An aged but dim population
Perhaps aware that his was not the strongest argument for a link between learning and longevity, Kawecki decided to do the test the other way round. He obtained two selected fly populations with an increased life span from Robert Arking in the US, 'La' and 'Lb', and put them through the oviposition learning test.
The populations were selected for late-life reproduction. Eggs were selected that had been laid by older mothers. Looking up Arking's work to find out why delayed female fecundity should result in longevity indicates that it is probably due to, "a delayed onset of senescence." In Kawecki's lab, these flies had a median life-span of 84 days compared to 66 days in the unselected, paired control population.
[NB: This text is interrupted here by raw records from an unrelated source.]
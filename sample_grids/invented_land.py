"""The invented land of Tessavar: coast, island, hills, dryness, crops, sowing days and districts.

Everything here is a smooth function of place, written down by hand; nothing is taken from a real map.
Positions inside formulas are shares of the region, from 0 to 1: `east` of its width, `north` of its height.
"""

from __future__ import annotations

from dataclasses import dataclass
from typing import Any

import numpy as np
import shapely
from shapely.geometry import LineString, MultiPolygon, Point, Polygon, mapping
from shapely.geometry.polygon import orient
from shapely.ops import polygonize, unary_union

ROWS, COLUMNS = 60, 80
CELL = 0.05  # degrees of latitude and of longitude
SOUTH_EDGE, WEST_EDGE = 41.0, -36.0  # degrees; open ocean, far from any land or people
KILOMETRES_PER_DEGREE = 111.2  # a sphere of 6371 km; only used for distances inside the invented land

LATITUDE = np.round(SOUTH_EDGE + CELL * (np.arange(ROWS) + 0.5), 3)
LONGITUDE = np.round(WEST_EDGE + CELL * (np.arange(COLUMNS) + 0.5), 3)

# code, name and a place inside (east, north); codes have leading zeros and stay text
DISTRICTS = (
    ("0101", "Port Évarne", 0.25, 0.15),
    ("0102", "Sarnelle Bay", 0.35, 0.50),
    ("0103", "Cape Ivrel", 0.28, 0.85),
    ("0204", "Middle Plain", 0.55, 0.45),
    ("0205", "Vándorre", 0.55, 0.10),
    ("0306", "Torvel Hills", 0.65, 0.85),
    ("0307", "Ossalène", 0.90, 0.75),
    ("0408", "Dry Basin", 0.88, 0.25),
)

# month and day on which spring wheat is sown, by district code
WHEAT_SOWING = {
    "0101": "04-02",
    "0102": "04-04",
    "0103": "04-08",
    "0204": "04-05",
    "0205": "04-03",
    "0306": "04-16",
    "0307": "04-12",
    "0408": "04-03",
}


@dataclass(frozen=True)
class Land:
    """What does not change in time, on the grid (ROWS, COLUMNS).

    Attributes
    ----------
    is_land : bool
        False over the sea.
    inland : float [1]
        0 at the coast, rising to 1 far from it.
    elevation : float [m]
        Height above the sea, whole metres.
    dryness : float [1]
        0 to about 1 in the middle of the dry basin.
    """

    is_land: np.ndarray
    inland: np.ndarray
    elevation: np.ndarray
    dryness: np.ndarray


def gaussian(
    east: np.ndarray, north: np.ndarray, centre: tuple[float, float], radii: tuple[float, float]
) -> np.ndarray:
    """Bell of height 1 around a centre, with its radii given as shares of the region."""
    return np.exp(-(((east - centre[0]) / radii[0]) ** 2) - ((north - centre[1]) / radii[1]) ** 2)


def smooth_step(value: np.ndarray, low: float, high: float) -> np.ndarray:
    """Rise smoothly from 0 at `low` to 1 at `high`."""
    share = np.clip((value - low) / (high - low), 0.0, 1.0)
    return share * share * (3.0 - 2.0 * share)


def places() -> tuple[np.ndarray, np.ndarray]:
    """East and north shares of every cell centre, each (ROWS, COLUMNS)."""
    east = (np.arange(COLUMNS) + 0.5) / COLUMNS
    north = (np.arange(ROWS) + 0.5) / ROWS
    return np.broadcast_to(east, (ROWS, COLUMNS)), np.broadcast_to(north[:, None], (ROWS, COLUMNS))


def coast_east(north: np.ndarray) -> np.ndarray:
    """East share of the coast line at a north share: two bends, small ones on top, and one bay."""
    return (
        0.165
        + 0.045 * np.sin(2 * np.pi * (1.1 * north + 0.15))
        + 0.015 * np.sin(2 * np.pi * (3.3 * north + 0.40))
        + 0.006 * np.sin(2 * np.pi * (8.7 * north + 0.10))
        + 0.105 * np.exp(-(((north - 0.45) / 0.075) ** 2))
    )


def island_outline() -> np.ndarray:
    """Corner points (east, north) of the island off the north-west coast."""
    angle = np.linspace(0.0, 2 * np.pi, 61)[:-1]
    stretch = 1 + 0.18 * np.sin(3 * angle + 0.5)
    return np.column_stack([0.060 + 0.028 * stretch * np.cos(angle), 0.760 + 0.062 * stretch * np.sin(angle)])


def coast_points() -> np.ndarray:
    """Points (east, north) along the coast line from south to north."""
    north = np.linspace(-0.02, 1.02, 209)
    return np.column_stack([coast_east(north), north])


def make_land(texture: np.ndarray) -> Land:
    """Shape the land.

    Parameters
    ----------
    texture : numpy.ndarray (ROWS, COLUMNS) [1]
        Smooth random field of unit variance that roughens the hills.
    """
    east, north = places()
    outline = island_outline()
    on_island = shapely.contains_xy(Polygon(outline), east, north)
    is_land = (east > coast_east(north)) | on_island

    kilometres_east = COLUMNS * CELL * KILOMETRES_PER_DEGREE * np.cos(np.deg2rad(LATITUDE.mean()))
    kilometres_north = ROWS * CELL * KILOMETRES_PER_DEGREE
    shore = np.concatenate([coast_points(), outline])
    distance = np.sqrt(
        (((east[..., None] - shore[:, 0]) * kilometres_east) ** 2)
        + (((north[..., None] - shore[:, 1]) * kilometres_north) ** 2)
    ).min(axis=-1)
    inland = 1.0 - np.exp(-distance / 45.0)

    northern_hills = np.exp(-(((north - (0.93 - 0.14 * east)) / 0.15) ** 2)) * smooth_step(east, 0.25, 0.70)
    ridge_line = 0.665 + 0.05 * np.sin(2 * np.pi * (0.9 * north + 0.2))
    ridge = np.exp(-(((east - ridge_line) / 0.045) ** 2)) * smooth_step(north, 0.12, 0.60)
    hills = 880.0 * northern_hills * (1 + 0.28 * texture) + 330.0 * ridge * (1 + 0.20 * texture)
    island_hill = 160.0 * gaussian(east, north, (0.060, 0.760), (0.022, 0.045))
    elevation = 4.0 + 0.75 * distance + 5.0 * texture * inland + hills + island_hill
    elevation = np.rint(np.maximum(elevation, 2.0))

    dryness = gaussian(east, north, (0.90, 0.26), (0.22, 0.30)) * np.clip(1.25 - elevation / 800.0, 0.0, 1.0)
    return Land(is_land, inland, elevation, dryness)


def crop_shares(land: Land, texture: np.ndarray) -> dict[str, np.ndarray]:
    """Share of each cell under each crop, to 0.01, exactly 0 where it is not grown; (ROWS, COLUMNS) [1]."""
    east, north = places()
    low = 1.0 - smooth_step(land.elevation, 260.0, 480.0)
    middle = smooth_step(land.elevation, 60.0, 200.0) * (1.0 - smooth_step(land.elevation, 650.0, 900.0))
    roughness = 1.0 + 0.25 * texture
    plain = gaussian(east, north, (0.48, 0.42), (0.27, 0.38))
    wanted = {
        "maize": 0.42 * low * (plain + 0.35 * land.dryness),
        "wheat": 0.34 * np.maximum(middle * (1 - 0.6 * land.dryness), 0.55 * low * (1 - land.dryness)),
        "soybean": 0.24 * low * gaussian(east, north, (0.42, 0.25), (0.24, 0.28)),
        "cotton": 0.36 * low * land.dryness,
        "potato": 0.14 * (1.0 - smooth_step(land.inland, 0.45, 0.75)) * low,
    }
    wanted = {crop: share * roughness for crop, share in wanted.items()}
    wanted = {crop: np.where(share < 0.02, 0.0, share) for crop, share in wanted.items()}
    crowding = np.maximum(sum(wanted.values()) / 0.92, 1.0)
    shares = {
        crop: np.where(land.is_land, np.rint(100.0 * share / crowding) / 100.0, np.nan)
        for crop, share in wanted.items()
    }
    return shares


def maize_sowing_day(land: Land, texture: np.ndarray) -> np.ndarray:
    """Day of the year on which maize is sown: earlier in the warm south, later with height; NaN at sea."""
    _, north = places()
    day = 113.0 + 6.0 * (north - 0.5) + land.elevation / 70.0 - 3.0 * land.dryness + 1.0 * texture
    return np.where(land.is_land, np.rint(np.clip(day, 106.0, 128.0)), np.nan)


def district_shapes() -> dict[str, dict[str, Any]]:
    """District outlines by code, as GeoJSON geometries in degrees, rounded to 0.0001.

    Two wavy lines cut the land into three strips, and shorter ones cut the strips into districts; a piece is
    known by the named place that lies in it. The island belongs to the district across the water.
    """
    along = np.linspace(-0.02, 1.02, 131)

    def northward(east: float, lean: float, wave: float, phase: float) -> LineString:
        bend = lean * (along - 0.5) + wave * np.sin(2 * np.pi * (1.5 * along + phase))
        return LineString(np.column_stack([east + bend, along]))

    def eastward(north: float, lean: float, phase: float, start: float, end: float) -> LineString:
        part = along[(along >= start) & (along <= end)]
        bend = lean * (part - 0.5 * (start + end)) + 0.025 * np.sin(2 * np.pi * (1.7 * part + phase))
        return LineString(np.column_stack([part, north + bend]))

    coast_to_plain = northward(0.400, -0.10, 0.020, 0.1)
    plain_to_basin = northward(0.705, 0.08, 0.025, 0.4)
    # each strip between two of these has its own borders; ends that stick out beyond a strip are dropped
    across = [
        eastward(0.30, 0.15, 0.0, -0.02, 0.50),
        eastward(0.66, -0.20, 0.3, -0.02, 0.50),
        eastward(0.24, 0.10, 0.6, 0.34, 0.80),
        eastward(0.71, -0.25, 0.2, 0.34, 0.80),
        eastward(0.55, 0.20, 0.5, 0.62, 1.02),
    ]
    corners = [(1.0, 1.0), (1.0, 0.0)]
    shore = coast_points()
    shore = shore[(shore[:, 1] >= 0.0) & (shore[:, 1] <= 1.0)]
    mainland = Polygon([*map(tuple, shore), *corners])
    lines = [mainland.exterior, coast_to_plain, plain_to_basin, *across]

    shapes: dict[str, list[Polygon]] = {code: [] for code, *_ in DISTRICTS}
    for piece in polygonize(unary_union(lines)):
        if not mainland.contains(piece.representative_point()):
            continue
        (code,) = [code for code, _, east, north in DISTRICTS if piece.contains(Point(east, north))]
        shapes[code].append(piece)
    shapes["0103"].append(Polygon(island_outline()))

    def to_degrees(points: np.ndarray) -> np.ndarray:
        degrees = [WEST_EDGE, SOUTH_EDGE] + points * [COLUMNS * CELL, ROWS * CELL]
        return np.round(degrees, 4)

    geometries = {}
    for code, parts in shapes.items():
        parts = [orient(shapely.normalize(shapely.transform(part, to_degrees))) for part in parts]
        parts.sort(key=lambda part: -part.area)
        geometries[code] = mapping(parts[0] if len(parts) == 1 else MultiPolygon(parts))
    return geometries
Well, Kawecki gave these long-lived ladies his oviposition learning test and says that they scored badly, displaying poor learning. But his data raises more questions. The flies were tested at the ages of 10, 20 and 30 days. At 10 days, the control flies had a learning index of 0.33 and the long-lived females just 0.21. But at 30 days both of them scored 0.2. Admittedly, these are entirely different populations. But at 10 days old the control population scores as well as the 163rd generation of his selected "high-learners", while the long-lived females have a score resembling that of the original control population. Overall, Drosophila don't seem to be very good learners.
However, Kawecki is convinced that, "fly populations selected for improved learning lived shorter [lives]" and, "fly populations selected for extended longevity had reduced learning ability early in life". Furthermore, he says, "these results are consistent with Williams's ninth prediction that 'successful selection for increased longevity should result in decreased vigour in youth'". So there!
"We don't know what the mechanism of this is," Kawecki told the New York Times, but "forming neuron connections may cause harmful side effects." He also suggested that it is worth investigating whether humans also pay hidden costs for extreme learning. "We could speculate that some diseases are a by-product of intelligence." Uh-oh!
It is interesting to compare Kawecki's confidence with the findings of Arking, who gave him the long-lived 'L' fly populations. Arking reported that his longer-lived flies display a significant resistance to oxidative stress due to enhanced expression of anti-oxidant genes and enzymes, but subsequently discovered that, although 'La' and 'Lb' are paired populations, selected in the 1980's under the same conditions from the same original wild population, they already display differences at the biochemical level, with markedly different increases in various anti-oxidant genes. To which Arking just shrugs, "the phenotypic equivalence observed at the organism level need not hold at the molecular genetic level". Fine, but just how confident can we be when looking at shifting traits in fly populations that may have complex genetic and environmental inputs? Perhaps it depends on how clearly the trait is defined and selected. For example, learning.